WHAT NEEDS TO BE DONE
Among the lines below, return each one that contains the word "stays".

RECORD SET
━━━━
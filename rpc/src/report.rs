//! `report.samples` and `report.render`: one self-contained HTML page per sample that a lab
//! can file with the wafer — every dataset that holds the sample, its figures, tables,
//! quality flags and provenance (which readings, which analyses with which parameters,
//! which versions; an input whose name has been dropped or stored again with another table
//! since the output was computed is marked so).
//!
//! Self-contained means no external resource at all: styles inline, figures as inline SVG
//! drawn by mobilis-plot, so the page opens the same on any machine, years later.
//!
//! The page is laid out here, its results found by `report/summary.rs`, and its numbers printed
//! by `mobilis_physics::quote`, the same code that `mobilis run`, `mobilis pipeline` and the demo
//! print with (`Notation::Plain` there, `Notation::Typeset` on the page). Its tables:
//! `hall.reduce`'s key columns are fixed; other tables lead with `temperature_K`,
//! `carrier_type`, each `X` with its `X_unc` (at most twelve) and `flags`. An analysis output
//! whose figures the page draws is not tabulated (its rows are points, curves or grids); one
//! without figures is. Tables up to 60 000 cells are embedded as a `data:text/csv` download.
//!
//! On screen a figure is never drawn wider than the page nor narrower than its own width when
//! the page has room (one-panel figures sit side by side only where two fit whole), so that its
//! text, scripts included, stays at 10 px or more. Figures of two panels are drawn twice, full
//! width for the screen and with 380 x 300 px panels for paper (`print-only`), so that their
//! text prints near its size. The print style sits in its own `<style media="print"
//! id="print-style">`; the page's script applies it on screen when the address ends in
//! `#print-check` and sets `data-tables-clipped`, `data-smallest-text-px` and friends on
//! `<html>`, which the report test reads with `--dump-dom`.

mod summary;
mod text;

use crate::errors::{ServiceError, ServiceResult};
use crate::plots::filter_rows;
use crate::service::Service;
use crate::store::{Dataset, Provenance};
use mobilis_physics::units::{customary_display, format_number};
use mobilis_protocol::results::{Report, ReportSample};
use mobilis_sdk::abi;
use polars::prelude::*;
use serde_json::{json, Map, Value};
use std::fmt::Write;
use std::sync::Arc;
pub use text::SAMPLE_COLUMN;
pub(crate) use text::{escape, samples_of};

/// Rows shown of a dataset produced by an analysis (they are few: one per temperature or peak).
const ANALYSIS_ROWS_SHOWN: usize = 200;
/// Rows shown of imported data, which can be large: the full table stays in the workspace.
const IMPORTED_ROWS_SHOWN: usize = 12;
/// The largest table (rows times columns) embedded in the page as a CSV download; larger
/// ones stay in the workspace (`mobilis export`), so that a page stays a few megabytes.
const CSV_CELLS_EMBEDDED: usize = 60_000;
/// The smallest text a figure may be drawn with, in CSS pixels.
const SMALLEST_TEXT_PX: f64 = 10.0;
/// The panel size of figures of several panels on paper: two side by side span about the
/// text width of A4 and Letter (186 to 192 mm, 703 to 725 CSS pixels), so that their text
/// is drawn near its own size.
const PRINT_PANEL_WIDTH: f64 = 380.0;
const PRINT_PANEL_HEIGHT: f64 = 300.0;

/// A cell as the report shows it, numbers in the column's customary unit
/// (displayed = SI * factor + offset; the offset shifts ln n from m^-3 to cm^-3).
fn cell_text(value: AnyValue, (factor, offset): (f64, f64)) -> String {
    match value {
        AnyValue::Null => String::new(),
        AnyValue::Boolean(flag) => if flag { "yes" } else { "no" }.into(),
        AnyValue::String(text) => text.to_owned(),
        AnyValue::StringOwned(text) => text.to_string(),
        other => match other.extract::<f64>() {
            Some(number) if matches!(other, AnyValue::Float32(_) | AnyValue::Float64(_)) => {
                if number.is_finite() {
                    format_number(number * factor + offset)
                } else {
                    String::new()
                }
            }
            Some(number) => format!("{number}"),
            None => other.to_string(),
        },
    }
}

/// An HTML table of the first `limit` rows of `columns` (all but the sample column when
/// empty), in customary units.
fn table_html(frame: &DataFrame, columns: &[String], limit: usize, class: &str) -> String {
    let columns: Vec<&Column> = if columns.is_empty() {
        frame
            .columns()
            .iter()
            .filter(|c| c.name().as_str() != SAMPLE_COLUMN)
            .collect()
    } else {
        columns.iter().filter_map(|name| frame.column(name).ok()).collect()
    };
    let displays: Vec<(String, (f64, f64))> = columns
        .iter()
        .map(|c| match customary_display(c.name()) {
            Some(display) => (display.label, (display.factor, display.offset)),
            None => (c.name().to_string(), (1.0, 0.0)),
        })
        .collect();
    let shown = frame.height().min(limit);
    if shown <= TRANSPOSED_MAX_ROWS && columns.len() > TRANSPOSED_MIN_COLUMNS {
        return transposed_table_html(&columns, &displays, shown, class);
    }
    let mut html = format!("<div class=\"table-wrap\"><table class=\"{class}\"><thead><tr>");
    for (label, _) in &displays {
        // Long stored names may break after their underscores.
        let _ = write!(html, "<th>{}</th>", escape(label).replace('_', "_<wbr>"));
    }
    html.push_str("</tr></thead><tbody>");
    for row in 0..frame.height().min(limit) {
        html.push_str("<tr>");
        for (column, (_, conversion)) in columns.iter().zip(&displays) {
            let value = column.get(row).unwrap_or(AnyValue::Null);
            // Text may wrap anywhere on paper; numbers stay whole.
            let class = if column.dtype() == &DataType::String {
                " class=\"text\""
            } else {
                ""
            };
            let _ = write!(html, "<td{class}>{}</td>", escape(&cell_text(value, *conversion)));
        }
        html.push_str("</tr>");
    }
    html.push_str("</tbody></table></div>");
    if frame.height() > limit {
        let _ = write!(
            html,
            "<p class=\"note\">First {limit} of {} rows; the whole table is in the CSV download and the workspace (mobilis export).</p>",
            frame.height()
        );
    }
    html
}

/// A table of at most this many rows and more than `TRANSPOSED_MIN_COLUMNS` columns (a
/// summary: one fit, one row per carrier) is shown one quantity per row. Its width then
/// grows with its rows, not its columns, and fits paper whatever the font: a number such as
/// `3.000e15` has no place to break, so a wide row of them cannot wrap.
const TRANSPOSED_MAX_ROWS: usize = 4;
const TRANSPOSED_MIN_COLUMNS: usize = 6;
━━━━
ANSWER SPACE
//! text, scripts included, stays at 10 px or more. Figures of two panels are drawn twice, full
/// Rows shown of imported data, which can be large: the full table stays in the workspace.
/// ones stay in the workspace (`mobilis export`), so that a page stays a few megabytes.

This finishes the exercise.